* _What you are asked to do_
Nothing but the lines below between the line holding "beside the same" and the line holding "from fieldpad.report.export import export_records", inclusive, should appear in the answer, each set down exactly.
▬▬▬
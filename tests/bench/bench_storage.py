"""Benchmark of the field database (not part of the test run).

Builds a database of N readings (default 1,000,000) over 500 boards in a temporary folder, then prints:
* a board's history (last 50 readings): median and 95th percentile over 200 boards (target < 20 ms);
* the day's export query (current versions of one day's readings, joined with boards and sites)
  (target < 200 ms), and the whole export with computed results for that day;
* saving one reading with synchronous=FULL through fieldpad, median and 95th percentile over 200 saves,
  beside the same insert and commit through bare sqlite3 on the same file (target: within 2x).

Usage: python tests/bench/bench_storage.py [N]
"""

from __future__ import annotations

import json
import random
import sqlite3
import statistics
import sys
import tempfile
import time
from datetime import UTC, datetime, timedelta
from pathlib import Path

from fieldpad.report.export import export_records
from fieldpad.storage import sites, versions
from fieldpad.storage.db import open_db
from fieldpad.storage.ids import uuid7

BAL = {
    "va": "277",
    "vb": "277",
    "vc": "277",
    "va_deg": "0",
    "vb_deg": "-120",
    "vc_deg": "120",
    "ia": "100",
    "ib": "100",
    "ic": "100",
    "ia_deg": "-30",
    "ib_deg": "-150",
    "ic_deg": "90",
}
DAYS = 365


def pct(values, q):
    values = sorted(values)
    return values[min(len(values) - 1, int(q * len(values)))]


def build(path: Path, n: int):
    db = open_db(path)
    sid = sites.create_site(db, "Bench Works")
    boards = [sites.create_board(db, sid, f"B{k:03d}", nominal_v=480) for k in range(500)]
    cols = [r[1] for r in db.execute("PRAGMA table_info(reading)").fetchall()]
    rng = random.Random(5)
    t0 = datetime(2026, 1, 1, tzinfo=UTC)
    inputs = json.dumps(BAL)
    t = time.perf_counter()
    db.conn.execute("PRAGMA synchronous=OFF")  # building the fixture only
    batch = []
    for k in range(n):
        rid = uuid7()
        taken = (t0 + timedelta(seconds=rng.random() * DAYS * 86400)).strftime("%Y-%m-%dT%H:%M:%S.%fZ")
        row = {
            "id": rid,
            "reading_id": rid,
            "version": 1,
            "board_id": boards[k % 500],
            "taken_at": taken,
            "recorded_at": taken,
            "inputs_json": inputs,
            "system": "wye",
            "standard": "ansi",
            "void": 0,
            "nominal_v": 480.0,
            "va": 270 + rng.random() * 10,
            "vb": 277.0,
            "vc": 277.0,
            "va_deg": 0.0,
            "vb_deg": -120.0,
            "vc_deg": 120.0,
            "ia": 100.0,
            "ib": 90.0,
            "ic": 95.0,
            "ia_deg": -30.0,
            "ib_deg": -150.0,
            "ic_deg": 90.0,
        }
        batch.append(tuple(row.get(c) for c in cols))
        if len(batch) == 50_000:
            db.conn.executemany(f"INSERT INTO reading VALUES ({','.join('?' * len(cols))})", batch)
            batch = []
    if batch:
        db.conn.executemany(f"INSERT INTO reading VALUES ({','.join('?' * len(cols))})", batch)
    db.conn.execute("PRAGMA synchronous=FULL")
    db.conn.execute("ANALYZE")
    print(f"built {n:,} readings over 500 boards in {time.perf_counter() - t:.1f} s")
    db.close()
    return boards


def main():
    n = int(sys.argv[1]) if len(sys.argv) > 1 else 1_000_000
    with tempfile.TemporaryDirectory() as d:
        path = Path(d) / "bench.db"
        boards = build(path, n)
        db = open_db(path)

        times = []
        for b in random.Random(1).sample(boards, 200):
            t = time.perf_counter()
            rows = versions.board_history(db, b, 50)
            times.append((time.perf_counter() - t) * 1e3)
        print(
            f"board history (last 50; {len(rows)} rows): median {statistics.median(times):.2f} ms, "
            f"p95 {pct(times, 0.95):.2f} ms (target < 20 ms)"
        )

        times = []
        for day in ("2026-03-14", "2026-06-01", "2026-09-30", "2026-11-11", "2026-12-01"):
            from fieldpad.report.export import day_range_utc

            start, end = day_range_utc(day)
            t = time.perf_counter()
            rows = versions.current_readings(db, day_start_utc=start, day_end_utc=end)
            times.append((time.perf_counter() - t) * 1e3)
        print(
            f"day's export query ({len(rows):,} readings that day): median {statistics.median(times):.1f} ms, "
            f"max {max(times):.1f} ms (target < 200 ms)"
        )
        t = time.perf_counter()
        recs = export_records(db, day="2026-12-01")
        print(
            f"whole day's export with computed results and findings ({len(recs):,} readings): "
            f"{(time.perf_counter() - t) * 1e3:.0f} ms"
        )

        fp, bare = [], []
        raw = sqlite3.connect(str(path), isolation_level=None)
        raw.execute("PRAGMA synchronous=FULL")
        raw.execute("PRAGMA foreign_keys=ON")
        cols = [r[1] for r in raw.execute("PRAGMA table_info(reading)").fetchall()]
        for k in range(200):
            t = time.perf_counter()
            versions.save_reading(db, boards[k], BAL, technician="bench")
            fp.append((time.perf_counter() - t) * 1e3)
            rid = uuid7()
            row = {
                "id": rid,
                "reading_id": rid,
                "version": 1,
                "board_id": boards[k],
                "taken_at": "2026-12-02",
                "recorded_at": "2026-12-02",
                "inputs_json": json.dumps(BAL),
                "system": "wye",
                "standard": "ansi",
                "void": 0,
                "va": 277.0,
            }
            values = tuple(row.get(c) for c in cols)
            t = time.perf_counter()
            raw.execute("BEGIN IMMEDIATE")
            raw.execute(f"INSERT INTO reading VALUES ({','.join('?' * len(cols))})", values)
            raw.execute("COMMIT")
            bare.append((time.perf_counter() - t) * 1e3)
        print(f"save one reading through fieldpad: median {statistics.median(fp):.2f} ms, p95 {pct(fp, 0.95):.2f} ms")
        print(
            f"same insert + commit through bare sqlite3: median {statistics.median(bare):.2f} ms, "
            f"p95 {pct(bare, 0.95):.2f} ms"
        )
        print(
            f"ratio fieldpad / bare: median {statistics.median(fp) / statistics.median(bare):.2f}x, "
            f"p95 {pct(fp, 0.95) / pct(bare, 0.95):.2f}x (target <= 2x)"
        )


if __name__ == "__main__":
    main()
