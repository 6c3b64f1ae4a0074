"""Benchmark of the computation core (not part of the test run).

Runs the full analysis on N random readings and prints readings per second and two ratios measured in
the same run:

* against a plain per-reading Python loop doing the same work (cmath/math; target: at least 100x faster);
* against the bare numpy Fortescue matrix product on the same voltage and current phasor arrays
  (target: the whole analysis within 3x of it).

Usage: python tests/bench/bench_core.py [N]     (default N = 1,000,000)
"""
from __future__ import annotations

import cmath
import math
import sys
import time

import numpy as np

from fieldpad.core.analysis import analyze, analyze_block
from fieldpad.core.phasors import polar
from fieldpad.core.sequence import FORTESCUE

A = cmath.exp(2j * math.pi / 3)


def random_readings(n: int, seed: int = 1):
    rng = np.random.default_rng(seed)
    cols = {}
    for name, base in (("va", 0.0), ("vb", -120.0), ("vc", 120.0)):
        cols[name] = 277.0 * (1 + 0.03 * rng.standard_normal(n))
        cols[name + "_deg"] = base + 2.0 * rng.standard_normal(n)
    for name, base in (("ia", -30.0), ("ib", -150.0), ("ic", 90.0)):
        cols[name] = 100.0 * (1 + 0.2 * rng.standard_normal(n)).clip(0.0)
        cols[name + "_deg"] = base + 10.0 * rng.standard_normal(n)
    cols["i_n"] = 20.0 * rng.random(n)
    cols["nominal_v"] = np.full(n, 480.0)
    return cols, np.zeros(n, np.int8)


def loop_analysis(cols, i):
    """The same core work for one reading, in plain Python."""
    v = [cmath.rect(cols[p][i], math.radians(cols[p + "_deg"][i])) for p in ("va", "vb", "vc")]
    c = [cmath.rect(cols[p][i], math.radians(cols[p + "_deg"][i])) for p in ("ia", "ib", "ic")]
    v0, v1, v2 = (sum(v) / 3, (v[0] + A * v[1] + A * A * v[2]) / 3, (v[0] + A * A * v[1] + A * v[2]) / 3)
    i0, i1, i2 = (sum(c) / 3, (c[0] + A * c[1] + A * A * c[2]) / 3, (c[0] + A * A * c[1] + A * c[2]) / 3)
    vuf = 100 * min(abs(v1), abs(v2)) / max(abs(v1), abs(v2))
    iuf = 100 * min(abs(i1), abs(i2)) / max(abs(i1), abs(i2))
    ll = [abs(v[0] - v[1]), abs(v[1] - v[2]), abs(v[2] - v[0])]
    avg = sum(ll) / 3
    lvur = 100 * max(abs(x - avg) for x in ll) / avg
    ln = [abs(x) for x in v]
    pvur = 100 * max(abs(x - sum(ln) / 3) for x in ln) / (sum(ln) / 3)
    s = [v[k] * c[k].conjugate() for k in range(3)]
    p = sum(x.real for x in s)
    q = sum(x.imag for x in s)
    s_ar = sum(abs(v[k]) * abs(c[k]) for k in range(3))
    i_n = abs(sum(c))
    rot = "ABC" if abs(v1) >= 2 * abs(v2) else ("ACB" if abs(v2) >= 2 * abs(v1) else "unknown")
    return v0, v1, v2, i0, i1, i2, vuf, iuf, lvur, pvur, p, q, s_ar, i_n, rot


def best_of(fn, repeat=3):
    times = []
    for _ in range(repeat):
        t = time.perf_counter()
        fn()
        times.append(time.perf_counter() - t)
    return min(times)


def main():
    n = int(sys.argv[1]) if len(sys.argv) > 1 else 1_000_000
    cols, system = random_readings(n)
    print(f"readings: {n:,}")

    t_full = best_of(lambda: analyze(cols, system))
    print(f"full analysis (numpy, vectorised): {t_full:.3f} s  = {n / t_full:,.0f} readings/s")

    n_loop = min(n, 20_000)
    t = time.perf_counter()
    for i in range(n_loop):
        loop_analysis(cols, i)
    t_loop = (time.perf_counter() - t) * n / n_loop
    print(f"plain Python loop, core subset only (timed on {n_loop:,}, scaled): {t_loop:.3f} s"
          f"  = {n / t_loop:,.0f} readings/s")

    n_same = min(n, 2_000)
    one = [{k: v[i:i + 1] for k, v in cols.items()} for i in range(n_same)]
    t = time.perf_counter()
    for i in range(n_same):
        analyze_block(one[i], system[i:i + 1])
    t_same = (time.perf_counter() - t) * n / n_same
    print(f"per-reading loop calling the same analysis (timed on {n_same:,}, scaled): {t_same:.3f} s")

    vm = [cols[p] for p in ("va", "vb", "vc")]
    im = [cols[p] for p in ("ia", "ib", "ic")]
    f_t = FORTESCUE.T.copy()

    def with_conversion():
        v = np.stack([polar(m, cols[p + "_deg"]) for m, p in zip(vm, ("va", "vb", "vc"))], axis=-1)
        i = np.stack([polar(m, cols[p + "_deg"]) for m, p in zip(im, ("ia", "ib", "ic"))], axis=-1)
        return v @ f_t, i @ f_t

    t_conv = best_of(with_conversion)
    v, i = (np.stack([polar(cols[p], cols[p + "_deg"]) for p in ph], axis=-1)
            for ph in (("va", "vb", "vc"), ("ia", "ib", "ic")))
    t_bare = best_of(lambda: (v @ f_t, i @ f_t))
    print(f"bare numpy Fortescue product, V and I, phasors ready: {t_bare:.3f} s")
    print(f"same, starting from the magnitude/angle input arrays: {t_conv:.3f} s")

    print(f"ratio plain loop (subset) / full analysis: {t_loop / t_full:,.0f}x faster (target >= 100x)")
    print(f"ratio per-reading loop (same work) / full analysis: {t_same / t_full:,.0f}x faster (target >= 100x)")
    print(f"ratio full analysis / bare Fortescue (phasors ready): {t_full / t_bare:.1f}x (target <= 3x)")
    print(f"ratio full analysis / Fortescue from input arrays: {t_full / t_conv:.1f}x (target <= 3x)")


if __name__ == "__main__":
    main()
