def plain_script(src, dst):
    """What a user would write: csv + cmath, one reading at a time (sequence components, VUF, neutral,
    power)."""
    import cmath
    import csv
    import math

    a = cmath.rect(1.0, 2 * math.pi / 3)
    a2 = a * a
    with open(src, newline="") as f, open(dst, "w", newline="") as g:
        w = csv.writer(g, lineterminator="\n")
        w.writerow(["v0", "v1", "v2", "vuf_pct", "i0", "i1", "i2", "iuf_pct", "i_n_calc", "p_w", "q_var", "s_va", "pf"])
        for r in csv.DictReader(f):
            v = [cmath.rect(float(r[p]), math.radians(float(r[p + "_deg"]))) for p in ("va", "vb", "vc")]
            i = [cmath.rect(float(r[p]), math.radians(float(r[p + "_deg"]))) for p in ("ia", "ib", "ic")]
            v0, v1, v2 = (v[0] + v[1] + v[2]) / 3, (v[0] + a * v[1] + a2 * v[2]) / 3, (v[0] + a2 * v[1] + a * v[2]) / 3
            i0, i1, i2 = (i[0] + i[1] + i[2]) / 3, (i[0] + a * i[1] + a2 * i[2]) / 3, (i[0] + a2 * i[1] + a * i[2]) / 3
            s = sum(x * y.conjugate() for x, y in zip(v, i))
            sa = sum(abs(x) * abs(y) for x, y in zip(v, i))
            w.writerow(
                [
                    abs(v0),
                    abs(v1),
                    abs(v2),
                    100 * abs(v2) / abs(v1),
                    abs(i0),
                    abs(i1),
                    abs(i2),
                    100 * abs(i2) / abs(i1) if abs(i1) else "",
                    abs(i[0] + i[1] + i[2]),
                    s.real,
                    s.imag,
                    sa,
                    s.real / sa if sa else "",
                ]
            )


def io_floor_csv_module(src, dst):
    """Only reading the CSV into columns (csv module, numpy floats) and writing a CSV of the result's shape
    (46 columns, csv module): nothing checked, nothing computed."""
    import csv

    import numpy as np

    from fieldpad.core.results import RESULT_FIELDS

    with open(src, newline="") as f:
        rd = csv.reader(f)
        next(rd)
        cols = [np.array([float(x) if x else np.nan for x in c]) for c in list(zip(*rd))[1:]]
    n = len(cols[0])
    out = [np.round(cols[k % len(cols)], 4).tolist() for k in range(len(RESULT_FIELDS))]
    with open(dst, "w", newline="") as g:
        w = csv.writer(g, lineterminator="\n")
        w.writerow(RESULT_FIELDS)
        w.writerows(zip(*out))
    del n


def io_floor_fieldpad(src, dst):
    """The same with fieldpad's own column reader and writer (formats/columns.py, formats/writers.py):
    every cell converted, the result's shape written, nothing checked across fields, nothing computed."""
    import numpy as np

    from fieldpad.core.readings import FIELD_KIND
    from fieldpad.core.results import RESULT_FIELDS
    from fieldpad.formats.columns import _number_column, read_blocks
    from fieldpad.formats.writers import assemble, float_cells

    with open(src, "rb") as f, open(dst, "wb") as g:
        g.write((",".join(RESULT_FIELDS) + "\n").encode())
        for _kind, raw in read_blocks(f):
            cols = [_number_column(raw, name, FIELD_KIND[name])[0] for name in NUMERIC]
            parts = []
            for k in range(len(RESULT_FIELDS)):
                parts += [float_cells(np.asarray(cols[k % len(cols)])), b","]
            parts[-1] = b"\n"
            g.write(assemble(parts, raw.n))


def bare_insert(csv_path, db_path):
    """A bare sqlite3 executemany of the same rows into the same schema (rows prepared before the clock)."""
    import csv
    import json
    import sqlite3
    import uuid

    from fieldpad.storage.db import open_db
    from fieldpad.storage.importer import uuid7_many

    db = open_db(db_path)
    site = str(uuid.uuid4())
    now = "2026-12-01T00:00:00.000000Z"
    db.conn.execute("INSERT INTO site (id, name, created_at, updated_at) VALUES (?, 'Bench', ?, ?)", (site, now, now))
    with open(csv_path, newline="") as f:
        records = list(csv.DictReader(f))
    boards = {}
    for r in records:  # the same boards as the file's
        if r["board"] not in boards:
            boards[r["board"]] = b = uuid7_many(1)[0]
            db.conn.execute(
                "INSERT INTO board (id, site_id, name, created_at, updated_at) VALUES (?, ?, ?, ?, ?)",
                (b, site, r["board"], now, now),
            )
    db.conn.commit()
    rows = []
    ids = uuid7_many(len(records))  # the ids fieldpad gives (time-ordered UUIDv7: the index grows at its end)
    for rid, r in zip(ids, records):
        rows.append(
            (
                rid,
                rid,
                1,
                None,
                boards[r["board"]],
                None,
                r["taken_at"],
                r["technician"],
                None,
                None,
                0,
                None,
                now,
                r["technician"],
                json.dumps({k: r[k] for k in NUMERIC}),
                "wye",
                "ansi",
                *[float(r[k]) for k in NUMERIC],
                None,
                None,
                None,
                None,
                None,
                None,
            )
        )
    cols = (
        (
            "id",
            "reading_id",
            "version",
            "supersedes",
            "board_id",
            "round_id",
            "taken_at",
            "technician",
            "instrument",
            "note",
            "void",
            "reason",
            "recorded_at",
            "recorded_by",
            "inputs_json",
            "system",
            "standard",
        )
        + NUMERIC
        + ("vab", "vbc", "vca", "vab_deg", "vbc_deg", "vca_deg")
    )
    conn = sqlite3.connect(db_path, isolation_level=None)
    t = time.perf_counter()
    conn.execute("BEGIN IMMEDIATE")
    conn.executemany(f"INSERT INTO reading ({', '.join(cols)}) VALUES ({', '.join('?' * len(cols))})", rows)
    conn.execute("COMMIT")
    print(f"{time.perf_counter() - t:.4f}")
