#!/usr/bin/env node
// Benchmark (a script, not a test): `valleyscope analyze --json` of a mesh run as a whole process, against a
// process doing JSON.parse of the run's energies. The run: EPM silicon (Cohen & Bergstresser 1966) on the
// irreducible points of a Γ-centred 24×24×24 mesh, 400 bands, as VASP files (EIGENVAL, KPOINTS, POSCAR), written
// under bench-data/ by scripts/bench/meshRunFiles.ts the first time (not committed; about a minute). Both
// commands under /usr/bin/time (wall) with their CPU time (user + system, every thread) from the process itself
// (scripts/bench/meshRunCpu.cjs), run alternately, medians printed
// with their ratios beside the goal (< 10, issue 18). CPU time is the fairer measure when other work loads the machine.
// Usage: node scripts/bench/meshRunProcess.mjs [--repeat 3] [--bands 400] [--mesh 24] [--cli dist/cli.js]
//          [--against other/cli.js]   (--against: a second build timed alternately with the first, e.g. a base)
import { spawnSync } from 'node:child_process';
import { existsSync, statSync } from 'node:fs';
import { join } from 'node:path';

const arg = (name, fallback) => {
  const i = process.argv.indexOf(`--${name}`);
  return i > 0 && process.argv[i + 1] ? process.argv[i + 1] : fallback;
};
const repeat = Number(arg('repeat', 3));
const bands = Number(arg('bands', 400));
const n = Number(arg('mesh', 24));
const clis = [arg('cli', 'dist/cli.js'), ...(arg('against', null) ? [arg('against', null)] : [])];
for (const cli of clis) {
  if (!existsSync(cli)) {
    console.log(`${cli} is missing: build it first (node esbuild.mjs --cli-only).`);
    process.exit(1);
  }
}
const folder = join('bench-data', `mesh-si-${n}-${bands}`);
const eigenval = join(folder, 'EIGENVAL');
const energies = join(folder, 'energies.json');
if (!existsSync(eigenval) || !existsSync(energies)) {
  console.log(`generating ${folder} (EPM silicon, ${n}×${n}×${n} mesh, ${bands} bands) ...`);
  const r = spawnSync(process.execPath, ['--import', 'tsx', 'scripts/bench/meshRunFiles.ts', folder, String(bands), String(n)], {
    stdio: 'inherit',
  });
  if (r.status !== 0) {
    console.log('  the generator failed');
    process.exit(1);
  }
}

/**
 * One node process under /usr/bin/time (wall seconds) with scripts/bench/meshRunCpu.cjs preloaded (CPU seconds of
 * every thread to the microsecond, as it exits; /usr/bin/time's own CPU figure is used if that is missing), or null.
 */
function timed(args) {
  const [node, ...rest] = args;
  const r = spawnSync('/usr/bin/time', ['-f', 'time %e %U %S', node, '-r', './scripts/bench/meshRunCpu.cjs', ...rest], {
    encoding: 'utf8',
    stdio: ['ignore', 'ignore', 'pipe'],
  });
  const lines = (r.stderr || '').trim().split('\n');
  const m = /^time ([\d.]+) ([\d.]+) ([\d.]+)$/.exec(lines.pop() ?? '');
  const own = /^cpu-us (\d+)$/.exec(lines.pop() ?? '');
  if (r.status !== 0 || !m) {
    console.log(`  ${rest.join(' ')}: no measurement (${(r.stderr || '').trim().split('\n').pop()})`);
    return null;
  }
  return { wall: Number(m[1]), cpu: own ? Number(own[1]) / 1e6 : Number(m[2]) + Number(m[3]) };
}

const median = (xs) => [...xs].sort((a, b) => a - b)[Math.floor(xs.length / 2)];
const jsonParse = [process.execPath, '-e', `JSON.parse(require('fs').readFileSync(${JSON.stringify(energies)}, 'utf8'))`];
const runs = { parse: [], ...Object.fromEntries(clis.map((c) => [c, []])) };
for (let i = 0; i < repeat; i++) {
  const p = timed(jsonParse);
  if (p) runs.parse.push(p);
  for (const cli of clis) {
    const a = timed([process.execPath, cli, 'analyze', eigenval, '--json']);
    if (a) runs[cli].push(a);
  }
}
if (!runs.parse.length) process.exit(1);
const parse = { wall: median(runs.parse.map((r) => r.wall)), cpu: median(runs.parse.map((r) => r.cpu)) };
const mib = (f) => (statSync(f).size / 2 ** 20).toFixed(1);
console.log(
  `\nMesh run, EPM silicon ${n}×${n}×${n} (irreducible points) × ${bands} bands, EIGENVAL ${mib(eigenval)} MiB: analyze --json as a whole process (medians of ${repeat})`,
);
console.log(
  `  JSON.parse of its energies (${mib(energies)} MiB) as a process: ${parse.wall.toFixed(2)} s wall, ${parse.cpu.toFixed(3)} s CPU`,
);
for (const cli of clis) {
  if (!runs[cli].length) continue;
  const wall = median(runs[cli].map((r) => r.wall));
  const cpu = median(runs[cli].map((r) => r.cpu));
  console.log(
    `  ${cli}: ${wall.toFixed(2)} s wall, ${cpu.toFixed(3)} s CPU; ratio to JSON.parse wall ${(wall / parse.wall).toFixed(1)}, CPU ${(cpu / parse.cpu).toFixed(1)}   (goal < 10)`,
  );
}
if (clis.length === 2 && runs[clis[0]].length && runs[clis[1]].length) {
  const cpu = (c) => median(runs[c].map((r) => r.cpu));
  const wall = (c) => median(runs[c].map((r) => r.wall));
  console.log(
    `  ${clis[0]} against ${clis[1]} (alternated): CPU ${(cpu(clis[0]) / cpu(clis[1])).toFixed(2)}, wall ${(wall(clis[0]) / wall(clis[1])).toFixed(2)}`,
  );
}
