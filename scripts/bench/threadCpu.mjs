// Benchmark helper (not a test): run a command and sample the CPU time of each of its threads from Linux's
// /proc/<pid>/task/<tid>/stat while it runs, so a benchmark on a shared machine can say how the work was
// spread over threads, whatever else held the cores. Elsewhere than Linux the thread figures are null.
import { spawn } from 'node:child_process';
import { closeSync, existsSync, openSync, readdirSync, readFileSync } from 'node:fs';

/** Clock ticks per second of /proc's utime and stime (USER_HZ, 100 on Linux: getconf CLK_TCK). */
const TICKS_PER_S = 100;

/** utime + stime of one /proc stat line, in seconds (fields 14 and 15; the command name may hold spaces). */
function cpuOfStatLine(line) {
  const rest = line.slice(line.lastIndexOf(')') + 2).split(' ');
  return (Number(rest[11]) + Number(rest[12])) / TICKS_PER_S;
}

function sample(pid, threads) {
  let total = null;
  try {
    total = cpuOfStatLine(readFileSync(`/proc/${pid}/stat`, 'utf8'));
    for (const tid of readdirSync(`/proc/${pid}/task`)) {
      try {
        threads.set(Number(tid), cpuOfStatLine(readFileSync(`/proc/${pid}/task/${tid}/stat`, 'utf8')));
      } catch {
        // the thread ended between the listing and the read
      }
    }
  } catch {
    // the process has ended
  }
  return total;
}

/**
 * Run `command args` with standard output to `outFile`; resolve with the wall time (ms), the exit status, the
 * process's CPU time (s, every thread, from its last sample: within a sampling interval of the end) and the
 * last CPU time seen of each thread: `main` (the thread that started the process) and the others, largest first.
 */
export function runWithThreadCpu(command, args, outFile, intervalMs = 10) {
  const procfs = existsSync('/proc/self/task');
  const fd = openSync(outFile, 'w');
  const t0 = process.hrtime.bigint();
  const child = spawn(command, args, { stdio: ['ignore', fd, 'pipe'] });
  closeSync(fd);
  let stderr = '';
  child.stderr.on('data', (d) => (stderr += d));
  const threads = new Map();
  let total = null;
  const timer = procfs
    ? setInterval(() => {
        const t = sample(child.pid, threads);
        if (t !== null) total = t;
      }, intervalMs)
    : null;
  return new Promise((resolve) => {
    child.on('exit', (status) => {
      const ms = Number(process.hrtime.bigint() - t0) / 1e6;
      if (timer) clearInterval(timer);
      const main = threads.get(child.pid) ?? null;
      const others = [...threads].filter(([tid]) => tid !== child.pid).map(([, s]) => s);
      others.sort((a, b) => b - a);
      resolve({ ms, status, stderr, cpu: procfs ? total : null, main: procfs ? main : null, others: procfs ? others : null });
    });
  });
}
▬▬▬
* _Written solution_
  beside the same insert and commit through bare sqlite3 on the same file (target: within 2x).

Usage: python tests/bench/bench_storage.py [N]
"""

from __future__ import annotations

import json
import random
import sqlite3
import statistics
import sys
import tempfile
import time
from datetime import UTC, datetime, timedelta
from pathlib import Path

from fieldpad.report.export import export_records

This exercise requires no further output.